**BRIEF:**
The answer must be every line below that holds the word "would".

**Saved entries:**
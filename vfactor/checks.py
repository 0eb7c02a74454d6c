"""``vfactor check``: validate a model file and its geometry, listing every problem found.

:func:`check_model` never raises for bad input: every problem becomes a
:class:`vfactor.errors.Problem` (one line each). Errors make the model unusable (the
command exits 2); warnings flag what is merely suspicious (exit 0).

Errors come from the loader (:mod:`vfactor.model`: invalid TOML, unknown sections or keys,
missing keys, unknown coatings, properties outside [0, 1], unknown shapes, bad values),
from building the geometry (:mod:`vfactor.geometry`: missing, unreadable or empty mesh
files, non-finite coordinates, one node name given two different coatings, a selection
that matches no group), from the settings (``[orbit]``, ``[attitude]``,
``[environment]``), and from the geometric checks listed in :mod:`vfactor.geomchecks`.
Warnings besides those: a part with no active side, too few rays per node, an apogee
beyond Earth orbits in use (metres given as km?), values outside their plausible range
(:meth:`vfactor.tomlread.Reader.quantity`), a spin the time step aliases.

Resources: :func:`estimate_resources` gives the peak memory and a rough time of a run
from the model (facets, nodes, rays, steps); ``check`` prints it as a ``note:`` line, warns
above :data:`MEMORY_WARNING_SHARE` of the machine's memory or beyond
:data:`TIME_WARNING_S`, and refuses a model whose estimate exceeds the machine's memory.
``run`` makes the same refusal (:func:`require_clean`) before anything large is allocated,
also when the other checks are skipped because they passed before.
"""

from __future__ import annotations

import math
import os
from dataclasses import dataclass, field
from pathlib import Path

import numpy as np

from vfactor.errors import ModelError, Problem
from vfactor.geomchecks import (
    AREA_WARNING,
    RELATIVE_TOLERANCE,
    AreaDifference,
    check_geometry,
)
from vfactor.geometry import Geometry, build_geometry
from vfactor.model import Model, load_model
from vfactor.tomlread import label, name_problem

__all__ = [
    "AREA_WARNING",
    "RELATIVE_TOLERANCE",
    "AreaDifference",
    "CheckReport",
    "ResourceEstimate",
    "check_geometry",
    "check_model",
    "estimate_resources",
    "format_check_report",
    "machine_memory_bytes",
    "require_clean",
]

@dataclass
class CheckReport:
    """Outcome of :func:`check_model`.

    Attributes
    ----------
    path : str — the model file
    model : Model or None — None when the file could not be read at all
    geometry : Geometry or None
    problems : list of Problem
    area_differences : list of AreaDifference — curved parts only
    tolerance : float — geometric tolerance used [m]
    resources : Problem or None — the note with the resource estimate (its warnings and
        errors are in ``problems``)
    """

    path: str
    model: Model | None
    geometry: Geometry | None
    problems: list = field(default_factory=list)
    area_differences: list = field(default_factory=list)
    tolerance: float = 0.0
    resources: Problem | None = None   # the resource estimate's note line

    @property
    def ok(self) -> bool:
        """True when no problem has severity ``error``."""
        return not any(p.severity == "error" for p in self.problems)

    @property
    def errors(self) -> list:
        return [p for p in self.problems if p.severity == "error"]

    @property
    def warnings(self) -> list:
        return [p for p in self.problems if p.severity == "warning"]


def check_model(path) -> CheckReport:
    """Load, tessellate and check a model file; collect every problem found.

    Parameters
    ----------
    path : str or os.PathLike — the TOML model file

    Returns
    -------
    CheckReport (never raises for bad input)
    """
    file = str(path)
    problems: list = []
    model = load_model(path, problems=problems)
    report = CheckReport(path=file, model=model, geometry=None, problems=problems)
    if model is None:
        return report
    _check_settings(model, report)
    geometry = build_geometry(model, problems=problems)
    report.geometry = geometry
    # a note about a part that could not be read (its stated unit) only distracts
    unread = {p.where for p in problems if p.severity == "error"}
    unread &= {part.where for part in model.parts
               if part.name not in geometry.part_names}
    problems[:] = [p for p in problems if not (p.severity == "note" and p.where in unread)]
    if _check_built(model, geometry, report):
        check_geometry(model, geometry, report)
    if report.ok:
        from vfactor.checkcache import check_key, store_passed

        store_passed(check_key(model, geometry), report.problems)
    for p in resource_problems(model, geometry):
        if p.severity == "note":
            report.resources = p
        else:
            report.problems.append(p)
    return report


def require_clean(model: Model, geometry: Geometry, rays: int | None = None) -> list:
    """Run the checks of ``vfactor check`` on a loaded model before a run.

    A check that passed before for the same model, geometry and check code is not
    repeated: its record (:mod:`vfactor.checkcache`) gives the warnings. The resource
    estimate is always made afresh (it depends on this machine and on ``rays``), before
    the record is looked at.

    Parameters
    ----------
    model : Model
    geometry : Geometry — built from ``model``
    rays : int, optional — rays per node of the run when it overrides the model's
        ``[radiation] rays_per_node`` (``run --rays``)

    Returns
    -------
    list of Problem — the warnings (the run may go on; resource warnings included), and a
    note when the checks were not repeated

    Raises
    ------
    ModelError
        For the first error found (intersecting or coincident parts, inward normals, bad
        settings, a run that would not fit in this machine's memory...), naming how many
        more there are: no run starts.
    """
    from vfactor.checkcache import check_key, load_passed, store_passed

    resources = resource_problems(model, geometry, rays=rays)
    _raise_first([p for p in resources if p.severity == "error"], model)
    resources = [p for p in resources if p.severity == "warning"]
    key = check_key(model, geometry)
    cached = load_passed(key)
    if cached is not None:
        return [p for p in cached if p.severity == "warning"] + resources + [Problem(
            "note", str(model.path), "", "the checks of this model and geometry passed "
            "before and were not repeated")]
    report = CheckReport(path=str(model.path), model=model, geometry=geometry)
    report.problems.extend(_loader_problems(model))
    _check_settings(model, report)
    if _check_built(model, geometry, report):
        check_geometry(model, geometry, report)
    _raise_first(report.errors, model)
    store_passed(key, report.problems)
    return report.warnings + resources


def _raise_first(errors: list, model: Model) -> None:
    if errors:
        first = errors[0]
        more = (f" (and {len(errors) - 1} more error(s); `vfactor check {model.path}` lists "
                f"them)" if len(errors) > 1 else "")
        raise ModelError(first.message + more, file=first.file, where=first.where)


MAX_MODEL_EXTENT_M = 2e4
"""Largest extent of a whole model [m] (twice the largest part size of
:data:`vfactor.parts.MAX_LENGTH_M`): a mesh scaled into kilometres is a unit slip, and its
squared coordinates would lose the geometric checks' precision."""


def _check_built(model: Model, geometry: Geometry, report: CheckReport) -> bool:
    """Checks of the built geometry that must pass before the geometric checks can run:
    an extent the arithmetic can handle, at least one node, printable node names (those
    made from the group names of mesh files too). False when the geometric checks would
    be meaningless."""
    file = report.path
    g = geometry
    add = report.problems.append
    if g.n_facets:
        with np.errstate(over="ignore", invalid="ignore"):
            extent = float(np.max(np.ptp(g.vertices, axis=0)))
        if not extent <= MAX_MODEL_EXTENT_M:
            add(Problem("error", file, "", f"the model spans {extent:.3g} m, more than "
                        f"{MAX_MODEL_EXTENT_M / 1e3:g} km; check the length_unit, scale and "
                        f"file_unit of its parts"))
            return False
        if g.n_nodes == 0 and not report.errors:
            add(Problem("error", file, "[[parts]]", "no part has a front or back side: "
                        "nothing emits or absorbs radiation, so there is nothing to "
                        "compute; give at least one part a side, e.g. front = { coating "
                        "= \"NAME\" }"))
    for name in g.nodes.names:
        problem = name_problem(name)
        if problem:
            add(Problem("error", file, f"node {label(name)}", f"node name {name!r} "
                        f"{problem}; rename the group or body in the mesh file, or give the "
                        f"side a node name of its own (node = \"NAME\")"))
    return True


def _loader_problems(model: Model) -> list:
    """Warnings and notes of reading the model file (a strict load raises errors only)."""
    if not Path(model.path).is_file():
        return []
    found: list = []
    load_model(model.path, problems=found)
    return [p for p in found if p.severity != "error"]


def _check_settings(model: Model, report: CheckReport) -> None:
    """Validate the optional ``[orbit]``, ``[attitude]`` and ``[environment]`` tables.

    Each table is read by the module that owns it; the first problem of each table becomes
    one error line (the owning reader stops at the first bad key).
    """
    from vfactor.attitude import attitude_from_table
    from vfactor.environment import environment_from_table
    from vfactor.orbit import orbit_from_table

    file = report.path
    readers = (("[orbit]", model.orbit_table, orbit_from_table),
               ("[attitude]", model.attitude_table, attitude_from_table),
               ("[environment]", model.environment_table, environment_from_table))
    read = {}
    for section, table, reader in readers:
        if table is None:
            continue
        found: list = []
        try:
            value = reader(table, file=file, problems=found)
        except ModelError as err:
            report.problems.append(Problem("error", file, err.where or section, err.message))
            continue
        finally:
            report.problems.extend(p for p in found if p.severity != "error")
        read[section] = value
        if section == "[orbit]":
            _check_altitude(value, table, file, report)
    if "[orbit]" in read and "[attitude]" in read:
        _check_spin_sampling(read["[orbit]"], read["[attitude]"], model, report)
    _check_ray_count(model, report)
    if model.attitude_table is not None and model.orbit_table is None:
        report.problems.append(Problem("warning", file, "[attitude]",
                                       "has no effect without an [orbit] section"))
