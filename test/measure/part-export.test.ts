// A part's exports: the .s1p file read back and turned into Z must equal the model (complex.js,
// test/reference/impedance.ts) to 1e-9 at every point; its header names the part and its model; the
// .subckt opens with the same header. Γ = (Z − Z0)/(Z + Z0) (Pozar, Microwave Engineering, 4th ed., §2.3).

import { Complex } from 'complex.js';
import { fileURLToPath } from 'node:url';
import { describe, expect, it } from 'vitest';
import { capacitor, inductor, parallel, resistor, series } from '../../src/circuit/element.js';
import { logSweep } from '../../src/circuit/sweep.js';
import { impedanceFromNetwork } from '../../src/measure/fixtures.js';
import { impedanceDecimals, partSubcircuit, partTouchstone, treeFormula } from '../../src/measure/part-export.js';
import { readTouchstone } from '../../src/measure/touchstone-read.js';
import { loadLibrary } from '../../src/model/library.js';
import { referenceZAt } from '../reference/impedance.js';

const DEMO = fileURLToPath(new URL('../../', import.meta.url));
const { library } = loadLibrary(DEMO);
const frequencies = logSweep({ fromHz: 100, toHz: 1e10, perDecade: 10 });

describe('partTouchstone', () => {
  it.each(library!.parts.map((p) => [p.id, p] as const))('%s: S11 re 50 Ω reads back to the model', (_, part) => {
    const text = partTouchstone(part, frequencies, '100 Hz to 10 GHz, 10 points per decade');
    expect(text.startsWith(`! zfolio export\n! ${part.id}: `)).toBe(true);
    expect(text).toMatch(/^# Hz S RI R 50$/m);
    expect(/[^\x00-\x7f]/.test(text)).toBe(false);
    const read = readTouchstone(text, `${part.id}.s1p`);
    expect(read.ok).toBe(true);
    if (!read.ok) return;
    const z = impedanceFromNetwork(read.data, 'reflection');
    expect(z.ok).toBe(true);
    if (!z.ok) return;
    frequencies.forEach((f, k) => {
      const reference = referenceZAt(part.network, f);
      // Γ near 1 (|Z| ≫ 50 Ω, up to 2e7 Ω at 100 Hz for 100 pF) loses digits in 1 − Γ: about |Z|/Z0·ε.
      expect(new Complex(z.impedance.re[k], z.impedance.im[k]).sub(reference).abs() / reference.abs()).toBeLessThan(1e-9 + (reference.abs() / 50) * 1e-15);
    });
  });
});

describe('partTouchstone at the precision of the site', () => {
  // The site writes each S11 with the decimals that keep Z to 6 significant digits (impedanceDecimals).
  // Read back with zfolio's Touchstone reader, Z must match complex.js's impedance of the element tree to
  // half a unit of the 6th digit (5e-6 of |Z|), plus the double's own loss in 1 − Γ where |Z| ≫ Z0 (above).
  const dense = logSweep({ fromHz: 100, toHz: 1e10, perDecade: 100 });
  it.each(library!.parts.map((p) => [p.id, p] as const))('%s: Z read back to 6 significant digits, in fewer bytes than in full', (_, part) => {
    const text = partTouchstone(part, dense, '100 Hz to 10 GHz, 100 points per decade', 6);
    const read = readTouchstone(text, `${part.id}.s1p`);
    expect(read.ok).toBe(true);
    if (!read.ok) return;
    const z = impedanceFromNetwork(read.data, 'reflection');
    expect(z.ok).toBe(true);
    if (!z.ok) return;
    let worst = 0;
    dense.forEach((f, k) => {
      const reference = referenceZAt(part.network, f);
      const miss = new Complex(z.impedance.re[k], z.impedance.im[k]).sub(reference).abs() / reference.abs();
      worst = Math.max(worst, miss - (reference.abs() / 50) * 1e-15);
    });
    expect(worst).toBeLessThan(5e-6);
    expect(text.length).toBeLessThan(0.75 * partTouchstone(part, dense, '100 Hz to 10 GHz, 100 points per decade').length);
  });

  it("says that an R or X a millionth of |Z| is lost, and it is: a 3.3 pF capacitor's ESR at 100 Hz", () => {
    const cap = { id: 'C-3P3', kind: 'capacitor', title: 'invented 3.3 pF', source: { path: 'parts/c.yaml', hash: '0' }, network: series(resistor(0.5, 'ESR'), inductor(0.3e-9, 'ESL'), capacitor(3.3e-12, 'C')) };
    const at = new Float64Array([100, 1e6]);
    const text = partTouchstone(cap, at, '2 points', 6);
    expect(text).toMatch(/^! S11 to the decimals that keep \|Z\| read back to 6 significant digits; an R or X below about 1e-6 of \|Z\| is lost \(sweep.csv keeps each to 6\)$/m);
    expect(partTouchstone(cap, at, '2 points')).not.toMatch(/is lost/);
    const read = readTouchstone(text, 'c.s1p');
    if (!read.ok) throw new Error('unreadable');
    // Z = Z0 (1 + S)/(1 − S) with complex.js (Pozar, §2.3), from the file's own S11 at 100 Hz.
    const s = new Complex(read.data.re[0], read.data.im[0]);
    const z = new Complex(1).add(s).div(new Complex(1).sub(s)).mul(50);
    const reference = referenceZAt(cap.network, 100);
    // |X| = 1/(2π·100·3.3 pF) ≈ 482 MΩ, so 0.5 Ω of ESR is 1e-9 of |Z|: |Z| survives, the ESR does not.
    expect(Math.abs(z.abs() / reference.abs() - 1)).toBeLessThan(5e-6);
    expect(Math.abs(z.re - 0.5)).toBeGreaterThan(0.05);
  });

  it('uses as many decimals as digits where |Z| is Z0 and more as S approaches ±1', () => {
    expect(impedanceDecimals(0, 0, 6)).toBe(6);
    // |Z| = 5 kΩ: S = 99/101, 1 − S² ≈ 0.0396.
    expect(impedanceDecimals(99 / 101, 0, 6)).toBe(7);
    expect(impedanceDecimals(1, 0, 6)).toBe(17);
  });
});

describe('headers', () => {
  it('the model as a formula of its named leaves, and unnamed ones by value', () => {
    expect(treeFormula(series(resistor(0.018, 'ESR'), inductor(4.5e-10, 'ESL'), parallel(capacitor(1e-7, 'C'), resistor(1e9, 'EPR'))))).toBe('ESR + ESL + (C || EPR)');
    expect(treeFormula(parallel(series(resistor(0.003), capacitor(2.2e-5)), resistor(50)))).toBe('(3 mΩ + 22 µF) || 50 Ω');
  });

  it('the subcircuit names the part, its model and its source', () => {
    const part = library!.partsById.get('ORV-C-0402-100N-X7R')!;
    const text = partSubcircuit(part);
    const lines = text.split('\n');
    expect(lines[0]).toBe('* zfolio export');
    expect(lines[1]).toBe(`* ORV-C-0402-100N-X7R: ${part.title} (capacitor)`);
    expect(lines[2]).toBe('* model: ESR + ESL + C; ESR = 25 mohm, ESL = 450 pH, C = 100 nF');
    expect(lines.some((l) => l.startsWith(`* source: ${part.source.path} (sha256:`))).toBe(true);
    expect(text).toContain('.SUBCKT ORV-C-0402-100N-X7R 1 2\n');
  });
});
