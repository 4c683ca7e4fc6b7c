// The opening comments of a Touchstone file ("!" starts a comment; Touchstone File Format Specification 2.0,
// IBIS Open Forum, 2009, §"Rules"), as a page quotes them.

import { describe, expect, it } from 'vitest';
import { headerComments } from '../../src/measure/touchstone-header.js';

describe('headerComments', () => {
  it('takes the comment lines before the option line, without "!" and blanks, and stops at the first data line', () => {
    const text = '\r\n!  Sample 3, bench fixture  \r\n!\r\n! calibrated 2026-01-20\r\n# MHz S RI R 50\r\n! after the option line\r\n1 0.1 0.2\r\n';
    expect(headerComments(text)).toEqual({ lines: ['Sample 3, bench fixture', 'calibrated 2026-01-20'], more: 0 });
  });

  it('stops at a version 2 keyword', () => {
    expect(headerComments('! one\n[Version] 2.0\n! two\n').lines).toEqual(['one']);
  });

  it('keeps at most maxLines and counts the rest', () => {
    const text = Array.from({ length: 11 }, (_, i) => `! line ${i + 1}`).join('\n') + '\n# Hz S MA\n';
    expect(headerComments(text, 8)).toEqual({ lines: Array.from({ length: 8 }, (_, i) => `line ${i + 1}`), more: 3 });
  });

  it('a file without opening comments has none', () => {
    expect(headerComments('# GHz Z MA R 75\n1 50 0\n')).toEqual({ lines: [], more: 0 });
    expect(headerComments('')).toEqual({ lines: [], more: 0 });
  });
});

**ANSWER AREA:**
        settings, a run that would not fit in this machine's memory...), naming how many
squared coordinates would lose the geometric checks' precision."""
    made from the group names of mesh files too). False when the geometric checks would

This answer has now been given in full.